Mauvaise ventilation
Quatre écoles présentent des concentrations de CO2 « très supérieures aux niveaux recommandés » (entre 1 062 et 1 525 ppm), indiquant une mauvaise ventilation, pourtant indispensable pour la santé et la concentration des enfants. Les niveaux de particules fines PM 2,5, les plus dangereuses car elles pénètrent profondément dans l’organisme, dépassent la norme de l’OMS dans quatre d’entre elles, et de plus du double pour trois écoles (avec 20, 23 et 25 µg/m3).
Les résultats sont particulièrement préoccupants pour une école primaire du centre de Paris.

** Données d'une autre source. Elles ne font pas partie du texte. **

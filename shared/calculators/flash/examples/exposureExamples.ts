import type { z } from 'zod';
import type { Example } from '../../../contract/defineCalculator';
import type { flashExposureIn } from '../../../contract/flashExposureIn';
import type { flashExposureOut } from '../exposure';

/** Questions that a photographer asks, with their answers. */
export const exposureExamples: readonly Example<
  z.input<typeof flashExposureIn>,
  z.output<typeof flashExposureOut>
>[] = [
  {
    title:
      'A lamp maker lit at 3 m by guide number 50 through a softbox that takes 1.5 stops, at a quarter of the power and ISO 200: f/7.1',
    input: { guideNumberM: 50, lossStops: 1.5, distanceM: 3, iso: 200, power: '1/4' },
    output: {
      unknown: 'aperture',
      guideNumberM: 50,
      distanceM: 3,
      aperture: { exact: 7.007470127114287, mark: 'f/7.1', residualStops: -0.04887928855953036 },
      iso: { exact: 200, mark: '200', residualStops: 0 },
      power: { exact: 0.25, mark: '1/4', residualStops: 0 },
      brightnessStops: 0,
      brightnessAtMarkStops: -0.04887928855953036,
      highSpeedLossStops: 0,
      withinPower: true,
      shortByStops: 0,
      reserveStops: 2,
      whatHelps: null,
    },
  },
  {
    title: 'Two guns of 36 and 22 on one stand are one of 42.2, not of 58: f/8.4 at 5 m',
    input: { guideNumberM: [36, 22], distanceM: 5, iso: 100, power: 1 },
    output: {
      unknown: 'aperture',
      guideNumberM: 42.190046219457976,
      distanceM: 5,
      aperture: { exact: 8.438009243891596, mark: 'f/8', residualStops: 0.15380533607903585 },
      iso: { exact: 100, mark: '100', residualStops: 0 },
      power: { exact: 1, mark: '1/1', residualStops: 0 },
      brightnessStops: 0,
      brightnessAtMarkStops: 0.15380533607903585,
      highSpeedLossStops: 0,
      withinPower: true,
      shortByStops: 0,
      reserveStops: 0,
      whatHelps: null,
    },
  },
  {
    title: 'At a sixteenth of the power and ISO 400, guide number 40 reaches 3.5 m at f/5.6',
    input: { guideNumberM: 40, aperture: 'f/5.6', iso: 400, power: '1/16' },
    output: {
      unknown: 'distanceM',
      guideNumberM: 40,
      distanceM: 3.535533905932738,
      aperture: { exact: 5.65685424949238, mark: 'f/5.6', residualStops: 0 },
      iso: { exact: 400, mark: '400', residualStops: 0 },
      power: { exact: 0.0625, mark: '1/16', residualStops: 0 },
      brightnessStops: 0,
      brightnessAtMarkStops: 0,
      highSpeedLossStops: 0,
      withinPower: true,
      shortByStops: 0,
      reserveStops: 4,
      whatHelps: null,
    },
  },
  {
    title:
      'Too weak: guide number 24 behind a softbox is 1.5 stops short of f/8 at 3 m; at 1.8 m it would do',
    input: { guideNumberM: 24, lossStops: 1.5, distanceM: 3, aperture: 'f/8', iso: 100 },
    output: {
      unknown: 'power',
      guideNumberM: 24,
      distanceM: 3,
      aperture: { exact: 8, mark: 'f/8', residualStops: 0 },
      iso: { exact: 100, mark: '100', residualStops: 0 },
      power: { exact: 2.82842712474619, mark: '1/1', residualStops: -1.5 },
      brightnessStops: 0,
      brightnessAtMarkStops: -1.5,
      highSpeedLossStops: 0,
      withinPower: false,
      shortByStops: 1.4999999999999998,
      reserveStops: -1.4999999999999998,
      whatHelps: {
        distanceM: 1.7838106725040819,
        heads: 2.82842712474619,
        lessLossStops: 1.4999999999999998,
        aperture: { exact: 4.756828460010884, mark: 'f/4.5', residualStops: 0.1666666666666668 },
        iso: { exact: 282.84271247461896, mark: '320', residualStops: 0.166666666666667 },
      },
    },
  },
  {
    title:
      'Frozen in daylight at 1/2000: high-speed sync takes 3 stops of guide number 60, and half power is enough for f/5.6 at 2.6 m',
    input: {
      guideNumberM: 60,
      distanceM: 2.6,
      aperture: 'f/5.6',
      iso: 100,
      highSpeedSync: { shutter: '1/2000', syncSpeed: '1/250', extraLossStops: 0 },
    },
    output: {
      unknown: 'power',
      guideNumberM: 60,
      distanceM: 2.6,
      aperture: { exact: 5.65685424949238, mark: 'f/5.6', residualStops: 0 },
      iso: { exact: 100, mark: '100', residualStops: 0 },
      power: { exact: 0.4702957037037038, mark: '1/2', residualStops: 0.08835994209540575 },
      brightnessStops: 0,
      brightnessAtMarkStops: 0.08835994209540575,
      highSpeedLossStops: 2.9683980026141716,
      withinPower: true,
      shortByStops: 0,
      reserveStops: 1.0883599420954058,
      whatHelps: null,
    },
  },
  {
    title:
      'A studio head of 400 W·s at 40 lm·s/Ws in a reflector four times as bright as the bare tube: guide number 45',
    input: {
      energyWs: 400,
      efficacyLmSPerWs: 40,
      reflectorFactor: 4,
      distanceM: 2.5,
      iso: 100,
      power: '1/2',
    },
    output: {
      unknown: 'aperture',
      guideNumberM: 45.13516668382051,
      distanceM: 2.5,
      aperture: { exact: 12.766152972845845, mark: 'f/13', residualStops: 0.015170537194347834 },
      iso: { exact: 100, mark: '100', residualStops: 0 },
      power: { exact: 0.5, mark: '1/2', residualStops: 0 },
      brightnessStops: 0,
      brightnessAtMarkStops: 0.015170537194347834,
      highSpeedLossStops: 0,
      withinPower: true,
      shortByStops: 0,
      reserveStops: 1,
      whatHelps: null,
    },
  },
];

Située à proximité d’un grand boulevard, elle cumule niveaux très élevés de CO2 (1 525 ppm) et de NO2 (52 µg/m3 à l’entrée de l’école, 27 µg/m3 en salle).
« La circulation routière et les chantiers de construction constituant la principale source de pollution de l’air extérieur, les écoles ont besoin que les maires agissent en vue de trouver des solutions permettant de la réduire, commente Alain Chabrolle, vice-président de FNE. Paris est en train de mettre en place quelques mesures, mais il est possible de faire davantage, en particulier autour des écoles avec, par exemple, des limitations de vitesse plus strictes, des zones à faibles émissions ou des zones à péage urbain. »
FNE et HEAL réclament aussi un « meilleur contrôle » et « des amendes plus dissuasives pour le non-respect de la vignette Crit’Air », qui interdit aux véhicules les plus polluants (Crit’Air 5 et 4) de circuler dans Paris en semaine. Les ONG plaident également pour un « renforcement du contrôle réglementaire et scientifique citoyen de la qualité de l’air dans les écoles ». Annoncé par la mairie avant l’été, le déploiement de 150 capteurs dans une cinquantaine d’établissements jugés prioritaires doit s’intensifier à partir du 20 septembre.